I found that with some models (Claude 4 Opus in particular), including the brutal honesty remark can not only affect your answer, but also the tone of the entire conversation. This is something to definitely keep in mind.
The ugly
Having to switch chats when context window limit is reached
Sometimes it happens that I talk to an LLM about something, then think of something else and write it in the same chat. This is how we usually talk as humans: we start with one topic, then switch to another and so on.
However, since LLMs have a context window, they cannot chat with you forever (not in the same chat at least). On multiple occasions I found myself having to summarize a previous chat because the current one got too slow or I would simply exceed the context length and couldn’t go on.
This is annoying because as I said, when talking to humans you don’t really have to mind the context length; with LLMs, you do.
Subtly misunderstanding my question if I don’t provide the entire context
To illustrate this point, let’s say you’re discussing some career-related question with an LLM. The conversation is flowing nicely and you go back and forth a few times. Just as you reach the conclusion, the LLM outputs something like:
...
This applies to you because:
* This is standard for US-based machine learning engineers and conslutants
...
Uh-oh, I see an issue here. The LLM mistakenly thought it was giving advice to a person residing in the US, while I’m from Europe. Realizing that the LLM made some assumptions which are not true and which could alter the conclusion happened to me more than a few times.

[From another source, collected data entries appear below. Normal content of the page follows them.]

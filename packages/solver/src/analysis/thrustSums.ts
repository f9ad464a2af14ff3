import type { Vec3 } from '../geometry/vector.js';
import type { Leg } from '../network/legs.js';
import type { LoadCase } from '../model/projectSchema.js';
import { pressureAt } from '../pressure/nodePressure.js';
import type { CaseThrust, Extreme, ThrustEnvelope } from '../thrust/fittingThrust.js';
import { cancelled } from '../thrust/momentumBalance.js';

/**
 * The momentum balance of every fitting, structure of arrays (thrust/momentumBalance.ts has the
 * formula): F = −p·Σ A_i·n_i − ρ·f²·Σ (Q_i²/a_i)·n_i. Neither sum depends on the load case, so each
 * fitting keeps them once — three numbers each — and a case costs a multiply-add per component: a
 * change of pressure rescales the sums, and only a change of the route recomputes them.
 */
export interface ThrustSums {
  count: number;
  /** m, pipe centreline elevation of each fitting */
  elevation: Float64Array;
  /** Σ −A_i·n_i, m², 3 per fitting */
  area: Float64Array;
  /** Σ −(Q_i²/a_i)·n_i at flow factor 1, m⁴/s², 3 per fitting */
  flux: Float64Array;
  /** a closed valve: −A_k·n_k of the side k (0, 1) that holds the pressure, 6 per fitting */
  closed: Float64Array;
  /** 1 where the fitting is a valve between two pipes: three load states per case */
  valve: Uint8Array;
}

export function thrustSums(count: number): ThrustSums {
  return {
    count,
    elevation: new Float64Array(count),
    area: new Float64Array(3 * count),
    flux: new Float64Array(3 * count),
    closed: new Float64Array(6 * count),
    valve: new Uint8Array(count),
  };
}

/** Writes fitting `f`'s sums from its legs. */
export function writeSums(s: ThrustSums, f: number, legs: readonly Leg[], elevation: number, valve: boolean): void {
  let ax = 0,
    ay = 0,
    az = 0,
    fx = 0,
    fy = 0,
    fz = 0,
    areas = 0,
    fluxes = 0;
  for (let i = 0; i < legs.length; i++) {
    const leg = legs[i]!;
    const n = leg.direction;
    const a = leg.thrustArea;
    const q = leg.outflow;
    const k = (q * q) / leg.flowArea;
    ax -= a * n[0];
    ay -= a * n[1];
    az -= a * n[2];
    fx -= k * n[0];
    fy -= k * n[1];
    fz -= k * n[2];
    areas += a;
    fluxes += k;
  }
  const j = 3 * f;
  s.elevation[f] = elevation;
  s.area[j] = cancelled(ax, areas);
  s.area[j + 1] = cancelled(ay, areas);
  s.area[j + 2] = cancelled(az, areas);
  s.flux[j] = cancelled(fx, fluxes);
  s.flux[j + 1] = cancelled(fy, fluxes);
  s.flux[j + 2] = cancelled(fz, fluxes);
  const closable = valve && legs.length === 2;
  s.valve[f] = closable ? 1 : 0;
  if (closable) {
    for (let side = 0; side < 2; side++) {
      const leg = legs[side]!;
      const c = 6 * f + 3 * side;
      s.closed[c] = -(leg.thrustArea * leg.direction[0]);
      s.closed[c + 1] = -(leg.thrustArea * leg.direction[1]);
      s.closed[c + 2] = -(leg.thrustArea * leg.direction[2]);
    }
  }
}

/** Copies fitting `from` of `src` into slot `to` of `dst` (an unchanged fitting of an edited route). */
export function copySums(src: ThrustSums, from: number, dst: ThrustSums, to: number): void {
  dst.elevation[to] = src.elevation[from]!;
  dst.area.set(src.area.subarray(3 * from, 3 * from + 3), 3 * to);
  dst.flux.set(src.flux.subarray(3 * from, 3 * from + 3), 3 * to);
  dst.closed.set(src.closed.subarray(6 * from, 6 * from + 6), 6 * to);
  dst.valve[to] = src.valve[from]!;
}

/**
 * One fitting's load states, reused between fittings (no garbage per fitting): per state the case,
 * the closed side (−1 open), the pressure and the static, dynamic and total thrust (3 each).
 */
export interface StateBuffer {
  count: number;
  caseIndex: Int32Array;
  side: Int8Array;
  pressure: Float64Array;
  statics: Float64Array;
  dynamic: Float64Array;
  total: Float64Array;
}

let buffer: StateBuffer = stateBuffer(16);

function stateBuffer(capacity: number): StateBuffer {
  return {
    count: 0,
    caseIndex: new Int32Array(capacity),
    side: new Int8Array(capacity),
    pressure: new Float64Array(capacity),
    statics: new Float64Array(3 * capacity),
    dynamic: new Float64Array(3 * capacity),
    total: new Float64Array(3 * capacity),
  };
}

/**
 * Fitting `f`'s load states in the shared buffer, in the order of thrust/fittingThrust.ts: per case the
 * open state, then for a valve the two closed ones (no flow, pressure on one side). Adding 0 turns a
 * −0 into +0, as the leg-by-leg sums of momentumBalance give.
 */
export function fillStates(s: ThrustSums, f: number, cases: readonly LoadCase[], density: number): StateBuffer {
  const per = s.valve[f] ? 3 : 1;
  if (buffer.caseIndex.length < per * cases.length) buffer = stateBuffer(per * cases.length * 2);
  const b = buffer;
  const j = 3 * f;
  const ax = s.area[j]!,
    ay = s.area[j + 1]!,
    az = s.area[j + 2]!;
  const fx = s.flux[j]!,
    fy = s.flux[j + 1]!,
    fz = s.flux[j + 2]!;
  const z = s.elevation[f]!;
  let k = 0;
  for (let c = 0; c < cases.length; c++) {
    const lc = cases[c]!;
    const p = pressureAt(lc, z, density);
    const m = density * lc.flowFactor * lc.flowFactor;
    const o = 3 * k;
    b.caseIndex[k] = c;
    b.side[k] = -1;
    b.pressure[k] = p;
    const sx = p * ax + 0,
      sy = p * ay + 0,
      sz = p * az + 0;
    const dx = m * fx + 0,
      dy = m * fy + 0,
      dz = m * fz + 0;
    b.statics[o] = sx;
    b.statics[o + 1] = sy;
    b.statics[o + 2] = sz;
    b.dynamic[o] = dx;
    b.dynamic[o + 1] = dy;
    b.dynamic[o + 2] = dz;
    b.total[o] = sx + dx;
    b.total[o + 1] = sy + dy;
    b.total[o + 2] = sz + dz;
    k++;
    if (per === 1) continue;
    for (let side = 0; side < 2; side++) {
      const q = 6 * f + 3 * side;
      const r = 3 * k;
      b.caseIndex[k] = c;
      b.side[k] = side;
      b.pressure[k] = p;
      for (let i = 0; i < 3; i++) {
        const v = p * s.closed[q + i]! + 0;
        b.statics[r + i] = v;
        b.dynamic[r + i] = 0;
        b.total[r + i] = v;
      }
      k++;
    }
  }
  b.count = k;
  return b;
}

const size = (t: Float64Array, k: number) => {
  const o = 3 * k;
  return Math.sqrt(t[o]! * t[o]! + t[o + 1]! * t[o + 1]! + t[o + 2]! * t[o + 2]!);
};
const planSize = (t: Float64Array, k: number) => Math.sqrt(t[3 * k]! * t[3 * k]! + t[3 * k + 1]! * t[3 * k + 1]!);
const vec = (a: Float64Array, k: number): Vec3 => [a[3 * k]!, a[3 * k + 1]!, a[3 * k + 2]!];
const NO_THRUST: Vec3 = Object.freeze([0, 0, 0] as const);
/** No state thrusts that way (up or down): one shared extreme, not one kept per fitting. */
const NO_EXTREME: Extreme = Object.freeze({ force: 0, caseId: null });

/** The case of state `k` of the buffer (−1: none). */
const caseOf = (b: StateBuffer, cases: readonly LoadCase[], k: number) => (k < 0 ? null : cases[b.caseIndex[k]!]!.id);

/** The envelope, and which states its governing and reverse state objects are (−1: none). */
export interface EnvelopeRead {
  envelope: ThrustEnvelope;
  governingState: number;
  reverseState: number;
}

/**
 * State k of the buffer as an object. No flow (a test case, a closed valve): the dynamic thrust is +0
 * (fillStates adds 0) and the total is the static thrust, number for number — one shared zero and the
 * same vector, not two more arrays kept per state. Cases with the same flow factor (a working and a
 * surge case) have the same dynamic thrust, number for number: `before` (the state before's vector)
 * then serves both.
 */
function stateAt(
  b: StateBuffer,
  k: number,
  cases: readonly LoadCase[],
  legs: readonly Leg[],
  before: Vec3,
): CaseThrust {
  const statics = vec(b.statics, k);
  const d = b.dynamic;
  const still = d[3 * k] === 0 && d[3 * k + 1] === 0 && d[3 * k + 2] === 0;
  const same = before[0] === d[3 * k] && before[1] === d[3 * k + 1] && before[2] === d[3 * k + 2];
  return {
    caseId: cases[b.caseIndex[k]!]!.id,
    pressure: b.pressure[k]!,
    static: statics,
    dynamic: still ? NO_THRUST : same ? before : vec(d, k),
    total: still ? statics : vec(b.total, k),
    // a closed valve holds the pressure of the pipe on its closed side
    closedAgainst: b.side[k]! < 0 ? null : legs[b.side[k]!]!.pipe.id,
  };
}

/**
 * The envelope of the states in the buffer, by the rules of thrust/fittingThrust.ts (thrustEnvelope):
 * the same comparisons in the same order over the same numbers. Only the governing and the reverse
 * state become objects; `readCases` makes the others when they are read.
 */
export function readEnvelope(b: StateBuffer, cases: readonly LoadCase[], legs: readonly Leg[]): EnvelopeRead {
  const t = b.total;
  let governing = 0;
  let largest = -1;
  let hForce = 0;
  let hState = -1;
  let upForce = 0;
  let upState = -1;
  let downForce = 0;
  let downState = -1;
  let pressure = -Infinity;
  for (let k = 0; k < b.count; k++) {
    const n = size(t, k);
    if (n > largest) {
      largest = n;
      governing = k;
    }
    const h = planSize(t, k);
    if (h > hForce) {
      hForce = h;
      hState = k;
    }
    const z = t[3 * k + 2]!;
    if (z > upForce) {
      upForce = z;
      upState = k;
    }
    if (-z > downForce) {
      downForce = -z;
      downState = k;
    }
    if (b.pressure[k]! > pressure) pressure = b.pressure[k]!;
  }
  const direction: Vec3 = hState < 0 ? [0, 0, 0] : [t[3 * hState]! / hForce, t[3 * hState + 1]! / hForce, 0];
  const horizontal: Extreme & { direction: Vec3 } = { force: hForce, caseId: caseOf(b, cases, hState), direction };
  let reverse: ThrustEnvelope['reverse'] = null;
  let rForce = 0;
  let rState = -1;
  for (let k = 0; k < b.count; k++) {
    const h = planSize(t, k);
    // Opposed by more than 90°, and more than floating-point noise of the main thrust.
    if (h > 1e-7 * hForce && t[3 * k]! * direction[0] + t[3 * k + 1]! * direction[1] < 0 && h > rForce) {
      rForce = h;
      rState = k;
    }
  }
  // no states (no load case): no governing state, as the states' list gives none
  const governingState =
    b.count > 0 ? stateAt(b, governing, cases, legs, NO_THRUST) : (undefined as unknown as CaseThrust);
  if (rState >= 0) {
    const s = rState === governing ? governingState : stateAt(b, rState, cases, legs, NO_THRUST);
    reverse = {
      force: rForce,
      caseId: s.caseId,
      direction: [t[3 * rState]! / rForce, t[3 * rState + 1]! / rForce, 0],
      state: s,
    };
  }
  return {
    envelope: {
      governing: governingState,
      horizontal,
      reverse,
      upward: upState < 0 ? NO_EXTREME : { force: upForce, caseId: caseOf(b, cases, upState) },
      downward: downState < 0 ? NO_EXTREME : { force: downForce, caseId: caseOf(b, cases, downState) },
      pressure,
    },
    governingState: governing,
    reverseState: rState,
  };
}

/**
 * The states in the buffer as objects and the worst per case, by the rules of thrust/fittingThrust.ts
 * (worstPerCase): the same comparisons in the same order over the same numbers. `known` (the envelope
 * read from the same buffer) gives the objects already made for its governing and reverse states,
 * which stay the same objects here.
 */
export function readCases(
  b: StateBuffer,
  cases: readonly LoadCase[],
  legs: readonly Leg[],
  known: EnvelopeRead,
): { states: CaseThrust[]; cases: CaseThrust[] } {
  const t = b.total;
  const states: CaseThrust[] = new Array<CaseThrust>(b.count);
  for (let k = 0; k < b.count; k++) {
    if (k === known.governingState) states[k] = known.envelope.governing;
    else if (k === known.reverseState) states[k] = known.envelope.reverse!.state;
    else states[k] = stateAt(b, k, cases, legs, k > 0 ? states[k - 1]!.dynamic : NO_THRUST);
  }
  let worst: CaseThrust[];
  if (b.count === cases.length) worst = states;
  else {
    worst = [];
    for (let k = 0; k < b.count; k++) {
      const c = b.caseIndex[k]!;
      let best = k;
      while (k + 1 < b.count && b.caseIndex[k + 1] === c) {
        k++;
        if (size(t, k) > size(t, best)) best = k;
      }
      worst.push(states[best]!);
    }
  }
  return { states, cases: worst };
}

/**
 * Each case's pressure at the node, as the worst state per case gives it (every state of a case has the
 * case's pressure at the node, so the first state of each case serves), without making the states.
 */
export function casePressures(b: StateBuffer, cases: readonly LoadCase[]): CasePressures {
  return (each) => {
    for (let k = 0; k < b.count; k++)
      if (k === 0 || b.caseIndex[k] !== b.caseIndex[k - 1]) each(cases[b.caseIndex[k]!]!.id, b.pressure[k]!);
  };
}

/** Calls `each` with every case's id and pressure, in case order. */
export type CasePressures = (each: (caseId: string, pressure: number) => void) => void;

This is somewhat related to hallucinations, as the LLM assumes things it’s not explicitly told, but I put it under The Ugly category as it’s just ugly to see that you spent some time going back-and-forth with the LLM over a certain topic, only to realize it made some assumptions which, if they don’t hold, could fundamentally change the answer.
Conclusion
In this blog post, I tried to outline how I use LLMs in my day-to-day. I tried to be as specific as possible and include prompts wherever it made sense, so you can see how LLMs can be used on particular examples.
Hopefully you will give LLMs a shot (or another shot) of accelerating your workflow. If you’re wondering which LLMs to use, I use Anthropic’s Claude and ChatGPT mostly, but you could try other models as well. I recommend you to use the paid versions of the models, as I found they tend to better (especially for ChatGPT, for Claude the free version is good in terms of quality, but you reach your message limit fast).
As a final note, I would say that I went from not using LLMs almost at all 1.5 years ago to using them daily. In my opinion, LLMs are great tools to make you more productive and there’s no harm in trying them. I think if you give them a shot, you will likely find yourself doing your work faster by removing the tedious parts of it and focusing on what you actually enjoy doing.